_Task statement:_ Starting at the line that holds "angle: (Number(angle ??" and stopping at the line that holds "const widthOf = (text: string)", restate the records below word for word, with both of those lines included.
******
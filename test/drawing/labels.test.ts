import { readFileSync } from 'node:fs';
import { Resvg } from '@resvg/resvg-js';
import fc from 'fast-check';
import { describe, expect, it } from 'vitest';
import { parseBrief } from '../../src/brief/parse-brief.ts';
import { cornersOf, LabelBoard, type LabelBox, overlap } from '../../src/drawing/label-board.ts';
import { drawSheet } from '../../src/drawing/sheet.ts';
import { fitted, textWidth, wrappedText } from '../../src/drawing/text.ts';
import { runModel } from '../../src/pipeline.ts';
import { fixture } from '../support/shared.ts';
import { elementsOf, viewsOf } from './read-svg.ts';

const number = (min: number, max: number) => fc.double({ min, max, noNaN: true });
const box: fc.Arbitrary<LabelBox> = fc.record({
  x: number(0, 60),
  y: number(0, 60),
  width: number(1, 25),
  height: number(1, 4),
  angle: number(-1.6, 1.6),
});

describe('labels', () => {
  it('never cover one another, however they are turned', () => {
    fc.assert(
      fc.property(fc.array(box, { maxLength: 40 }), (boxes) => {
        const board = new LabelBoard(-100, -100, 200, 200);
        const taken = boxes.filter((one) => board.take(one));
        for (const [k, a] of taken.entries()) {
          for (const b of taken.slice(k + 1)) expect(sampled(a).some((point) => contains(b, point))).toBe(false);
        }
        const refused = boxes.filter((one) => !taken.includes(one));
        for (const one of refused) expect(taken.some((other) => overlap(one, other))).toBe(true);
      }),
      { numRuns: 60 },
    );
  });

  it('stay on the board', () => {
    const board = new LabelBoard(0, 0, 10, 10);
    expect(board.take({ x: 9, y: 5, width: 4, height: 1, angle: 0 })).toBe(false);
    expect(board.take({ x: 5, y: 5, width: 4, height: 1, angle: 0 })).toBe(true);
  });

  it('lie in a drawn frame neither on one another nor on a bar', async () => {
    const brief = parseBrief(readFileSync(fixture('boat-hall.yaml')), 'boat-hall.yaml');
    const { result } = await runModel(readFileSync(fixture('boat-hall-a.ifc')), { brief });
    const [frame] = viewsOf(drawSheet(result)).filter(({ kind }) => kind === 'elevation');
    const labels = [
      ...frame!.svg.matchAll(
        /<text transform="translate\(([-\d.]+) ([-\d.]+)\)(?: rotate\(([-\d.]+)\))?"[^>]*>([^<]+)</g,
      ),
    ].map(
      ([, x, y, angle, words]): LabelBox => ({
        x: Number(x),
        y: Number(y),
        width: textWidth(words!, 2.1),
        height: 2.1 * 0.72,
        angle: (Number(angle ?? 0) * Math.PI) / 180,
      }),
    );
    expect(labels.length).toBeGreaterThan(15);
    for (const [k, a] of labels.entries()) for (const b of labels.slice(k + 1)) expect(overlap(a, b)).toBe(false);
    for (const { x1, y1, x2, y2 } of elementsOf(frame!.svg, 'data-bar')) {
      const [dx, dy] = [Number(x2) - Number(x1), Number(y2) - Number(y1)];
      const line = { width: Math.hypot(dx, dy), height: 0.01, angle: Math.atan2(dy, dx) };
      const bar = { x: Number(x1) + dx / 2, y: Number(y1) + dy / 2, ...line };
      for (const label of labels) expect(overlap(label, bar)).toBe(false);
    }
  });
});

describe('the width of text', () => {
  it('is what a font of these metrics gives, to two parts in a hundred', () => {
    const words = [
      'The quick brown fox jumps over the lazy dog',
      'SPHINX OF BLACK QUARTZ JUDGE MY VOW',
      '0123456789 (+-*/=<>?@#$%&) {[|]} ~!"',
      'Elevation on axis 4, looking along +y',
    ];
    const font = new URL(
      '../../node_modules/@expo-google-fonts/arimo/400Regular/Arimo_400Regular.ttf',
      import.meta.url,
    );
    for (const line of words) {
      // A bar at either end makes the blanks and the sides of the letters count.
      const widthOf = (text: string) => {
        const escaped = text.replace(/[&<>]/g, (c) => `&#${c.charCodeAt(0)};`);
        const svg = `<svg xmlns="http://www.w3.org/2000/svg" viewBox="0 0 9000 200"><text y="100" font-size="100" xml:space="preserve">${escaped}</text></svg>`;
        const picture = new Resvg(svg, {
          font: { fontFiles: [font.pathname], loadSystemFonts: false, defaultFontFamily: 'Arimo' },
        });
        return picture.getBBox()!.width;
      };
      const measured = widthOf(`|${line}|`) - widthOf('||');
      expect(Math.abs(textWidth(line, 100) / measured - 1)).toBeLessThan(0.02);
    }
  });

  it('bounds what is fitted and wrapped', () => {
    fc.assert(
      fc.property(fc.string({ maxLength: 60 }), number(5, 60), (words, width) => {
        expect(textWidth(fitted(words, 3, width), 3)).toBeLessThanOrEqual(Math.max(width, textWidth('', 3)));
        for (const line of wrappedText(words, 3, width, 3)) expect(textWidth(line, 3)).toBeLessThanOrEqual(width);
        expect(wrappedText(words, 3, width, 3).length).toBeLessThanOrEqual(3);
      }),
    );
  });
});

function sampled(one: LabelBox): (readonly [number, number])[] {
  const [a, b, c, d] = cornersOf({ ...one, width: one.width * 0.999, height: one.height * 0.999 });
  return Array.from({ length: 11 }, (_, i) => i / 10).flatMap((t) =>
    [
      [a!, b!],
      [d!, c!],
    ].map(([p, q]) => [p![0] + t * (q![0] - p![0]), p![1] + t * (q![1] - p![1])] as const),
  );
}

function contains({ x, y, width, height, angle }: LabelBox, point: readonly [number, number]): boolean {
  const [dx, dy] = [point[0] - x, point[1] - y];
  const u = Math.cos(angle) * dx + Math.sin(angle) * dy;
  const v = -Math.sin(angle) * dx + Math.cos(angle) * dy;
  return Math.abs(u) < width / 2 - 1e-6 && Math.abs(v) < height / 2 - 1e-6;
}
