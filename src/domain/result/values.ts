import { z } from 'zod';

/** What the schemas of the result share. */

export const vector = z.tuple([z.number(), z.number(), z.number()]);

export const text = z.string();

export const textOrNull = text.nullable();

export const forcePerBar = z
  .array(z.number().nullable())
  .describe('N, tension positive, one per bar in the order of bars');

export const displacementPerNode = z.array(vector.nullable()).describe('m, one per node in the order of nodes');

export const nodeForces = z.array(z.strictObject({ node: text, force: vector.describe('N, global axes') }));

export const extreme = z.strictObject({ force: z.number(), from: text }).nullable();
******
_Finished exercise:_
        angle: (Number(angle ?? 0) * Math.PI) / 180,
      }),
    );
    expect(labels.length).toBeGreaterThan(15);
    for (const [k, a] of labels.entries()) for (const b of labels.slice(k + 1)) expect(overlap(a, b)).toBe(false);
    for (const { x1, y1, x2, y2 } of elementsOf(frame!.svg, 'data-bar')) {
      const [dx, dy] = [Number(x2) - Number(x1), Number(y2) - Number(y1)];
      const line = { width: Math.hypot(dx, dy), height: 0.01, angle: Math.atan2(dy, dx) };
      const bar = { x: Number(x1) + dx / 2, y: Number(y1) + dy / 2, ...line };
      for (const label of labels) expect(overlap(label, bar)).toBe(false);
    }
  });
});

describe('the width of text', () => {
  it('is what a font of these metrics gives, to two parts in a hundred', () => {
    const words = [
      'The quick brown fox jumps over the lazy dog',
      'SPHINX OF BLACK QUARTZ JUDGE MY VOW',
      '0123456789 (+-*/=<>?@#$%&) {[|]} ~!"',
      'Elevation on axis 4, looking along +y',
    ];
    const font = new URL(
      '../../node_modules/@expo-google-fonts/arimo/400Regular/Arimo_400Regular.ttf',
      import.meta.url,
    );
    for (const line of words) {
      // A bar at either end makes the blanks and the sides of the letters count.
      const widthOf = (text: string) => {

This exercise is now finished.